If Aboriginal Australians excelled in tech, they’d be lumped in with Asians too.
Bostonian
Oct 7 2014 at 3:28pm
“Another strange part is that in the last few years south Asians and east Asians have become simply Asians even though they share virtually no common ethnic or cultural traits”
“Oriental” used to be a respectable term, but it is no longer PC, so Orientals are now called Asians.
MikeP
Oct 7 2014 at 3:30pm
no matter what part of Asia they’re from, white people are not surprised to see them doing well in the tech industry.
NZ,
There is insufficient evidence to say that Asians do well in the tech industry. All we can say is that Asians in the US do well in the tech industry.
And Asians in the US do well in the tech industry largely because they or their parents came to the US as the highly selected technological cream of their respective nations.
Those Asians who came or whose ancestors came to the US through some other route — e.g., Filipinos over the last century, Laotians, Cambodians and Vietnamese after the Vietnam war, longtime Japanese and Cantonese Californians — are likely not as highly represented in the tech industry as newly immigrated Chinese and Indians and their children.
Massimo
Oct 7 2014 at 4:10pm
@MikeP + @NZ, Asians aren’t even people from Asia. Traditional white Russian people are considered European, even though they are from Asia.
The ethnic categories are always very rough and imprecise. Hindu Indians are probably genetically closer to Euro whites, but are classified as Asians. Arabs and North Africans are grouped as Caucasians with Euro whites, but are culturally quite different.
NZ
Oct 7 2014 at 4:42pm
@MikeP:
I was simply saying that if you tell a white person “Company X’s employees are 57% white and 43% Asian” the typical white person, especially an off-the-clock journalist, will shrug and say “Yeah, sounds about right.”
@Massimo:
I was not making anthropological statements about what exactly defines an Asian or member of any other race. I was explaining how the word Asian is used in common vernacular, especially in journalism.
Jay
Oct 7 2014 at 6:21pm
@mico
I think its worse than that, their 3rd assumption is that even if the first two are true (which as you say is impossible as they are contradictory), that the companies themselves, the most successful companies in the U.S. and the world, don’t know these gems of wisdom already or know them but choose to ignore them and only right-minded folks like the NYT can show them the light.
Massimo
Oct 8 2014 at 11:21am
These are easy and obvious counter points. The left’s strategy is to dilute rather than debate the strong counter points, aggressively promote their narrative, and seize power.
The entire issue of race is a cauldron of lies and hypocrisy in America.
David Henderson endorses Nelson Mandela as a saint. You have to make similar race based leaps of logic to come to that conclusion. It is beyond bizarre to see such a committed terrorist and unrepentent murderer win an award of “peace”.
Charley Hooper
Oct 8 2014 at 5:01pm
Newsflash! Large companies have been trying to increase “diversity” for decades.
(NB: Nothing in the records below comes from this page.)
/** Where to point the designer when an outline cannot be built, by what went wrong. */
type Blame = Readonly<{ fillet: [path: string, value: unknown]; disjoint: [path: string, value: unknown]; hint: string }>;

function guarded<T>(blame: Blame, what: string, build: () => T): T {
  try {
    return build();
  } catch (e) {
    if (e instanceof FilletError) {
      const at = `(${e.at[0].toFixed(2)}, ${e.at[1].toFixed(2)}) mm`;
      throw new DesignError([{ path: blame.fillet[0], value: blame.fillet[1], message: `is too large for ${what}: ${e.message} at ${at}; use a smaller radius or give the corner more room` }]);
    }
    if (e instanceof BooleanGuardError) {
      const [path, value] = e.kind === 'disjoint' ? blame.disjoint : blame.fillet;
      throw new DesignError([{ path, value, message: `cannot build ${what}: ${e.message}${e.kind === 'disjoint' ? `; ${blame.hint}` : ''}` }]);
    }
    throw e;
  }
}

function makePart(
  fields: Omit<Part, 'features'> & { features: readonly SourcedFeature[] },
): Part {
  const problems: DesignIssue[] = checkPartGeometry(fields);
  if (problems.length) throw new DesignError(problems);
  const features: Feature[] = fields.features.map(({ sourcePath: _s, ...f }) => f);
  return { ...fields, features };
}

function material(d: Design, sec: { material?: string; weaveDeg: number }) {
  return { material: d.materialFor(sec.material), weaveRad: degToRad(sec.weaveDeg) };
}

/** Standoff and stack holes shared by the bottom and top plates. */
function standoffHoles(d: Design): SourcedFeature[] {
  return d.body.standoffs.positionsMm.map((p, i) => screwHole(d, p, d.body.standoffs.boltSize, 'standoff', `body.standoffs.positionsMm.${i}`));
}

/** Centre of stack mount i on the bottom plate (frame coordinates, mm). */
export function stackCentre(d: Design, i: number): Vec2 {
  const s = d.stacks[i];
  const x = typeof s.place === 'number' ? s.place : s.place === 'front' ? d.body.lengthMm / 4 : s.place === 'rear' ? -d.body.lengthMm / 4 : 0;
  return [x, s.yMm];
}

function bottomPlate(d: Design, sites: readonly MotorSite[]): Part {
  const a = d.arms;
  const unibody = a.construction === 'unibody';
  const body = roundedRect([0, 0], d.body.lengthMm, d.body.widthMm, d.body.cornerRadiusMm);
  const pieces: Loop[] = [body];
  const features: SourcedFeature[] = [...standoffHoles(d)];
  const members: Member[] = [];
  d.stacks.forEach((s, i) => {
    s.patternsMm.forEach((side, k) => features.push(...squareHoles(d, stackCentre(d, i), side, d.stackBoltSizes[i][k], `stacks.${i}.patternsMm`, s.countersunk)));
  });
  for (const site of sites) {
    if (a.construction === 'unibody') {
      const shape = armShape(d, site.motorAlongMm);
      const tf: Transform = { rotateRad: site.armDirRad, translate: site.armLineOriginMm, mirrorY: site.left };
      pieces.push(...shape.pieces.map((p) => transformLoop(p, tf)));
      features.push(...shape.features.map((f) => moveFeature(f, tf)));
      members.push(...shape.members.map((m) => ({ ...m, name: `${site.id} ${m.name}`, startMm: transformPoint(m.startMm, tf), endMm: transformPoint(m.endMm, tf) })));
    } else {
      // A pad under each arm root carries the root bolts.
      const r = a.root;
      const end = r.reachMm + (r.boltCount - 1) * r.boltSpacingMm + r.edgeMarginMm;
      const centre = alongArm(site, end / 2);
      const w = armRootWidthMm(d);
      pieces.push(roundedRect(centre, end, w, Math.min(2, w / 2 - 0.01), site.armDirRad));
      for (let i = 0; i < r.boltCount; i++) {
        features.push(screwHole(d, alongArm(site, r.reachMm + i * r.boltSpacingMm), r.boltSize, 'arm-root-bolt', 'arms.root.reachMm'));
      }
    }
  }
  const blame: Blame = {
    fillet: ['arms.rootFilletMm', d.arms.rootFilletMm],
    disjoint: ['body.widthMm', d.body.widthMm],
    hint: unibody ? 'the arms do not meet the body plate' : 'the arm-root pads (arms.root.reachMm) do not reach the body plate; widen or lengthen the body or move the roots in',
  };
  const { outline, windows } = guarded(blame, 'the bottom plate outline', () => filletedUnion(pieces, d.arms.rootFilletMm));
  features.push(...windows.map((w) => ({ loop: w, kind: 'cutout' as const, purpose: 'truss-window' as const, sourcePath: 'arms.truss' })));
  return makePart({
    name: 'bottom-plate',
    role: 'bottom',
    quantity: 1,
    thicknessMm: d.body.thicknessMm,
    ...material(d, d.body),
    outline,
    features,
    members,
    placements: [{ rotateRad: 0, translateMm: [0, 0], mirrorY: false, zMm: 0 }],
    sourcePath: 'body',
  });
}

function moveFeature(f: SourcedFeature, tf: Transform): SourcedFeature {
  return {
    ...f,
    loop: transformLoop(f.loop, tf),
    ...(f.centerMm ? { centerMm: transformPoint(f.centerMm, tf) } : {}),
  };
}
I was hired by a Fortune 100 company 25 years ago. My hiring was announced matter of factly in the department newsletter. A few weeks later, my department hired a woman and bragged about that in the newsletter. Later, a black woman was hired and the newsletter positively gushed about that fact. I was taken aback.
This company was racist and sexist, but not in the traditional way.
If such companies still don’t have “diverse” workforces, what conclusions can we draw about the supply of qualified candidates?
TMC
Oct 10 2014 at 7:08pm
“Har har, liberals are the real racists and all of that, of course.” Not racists, but hypocrites.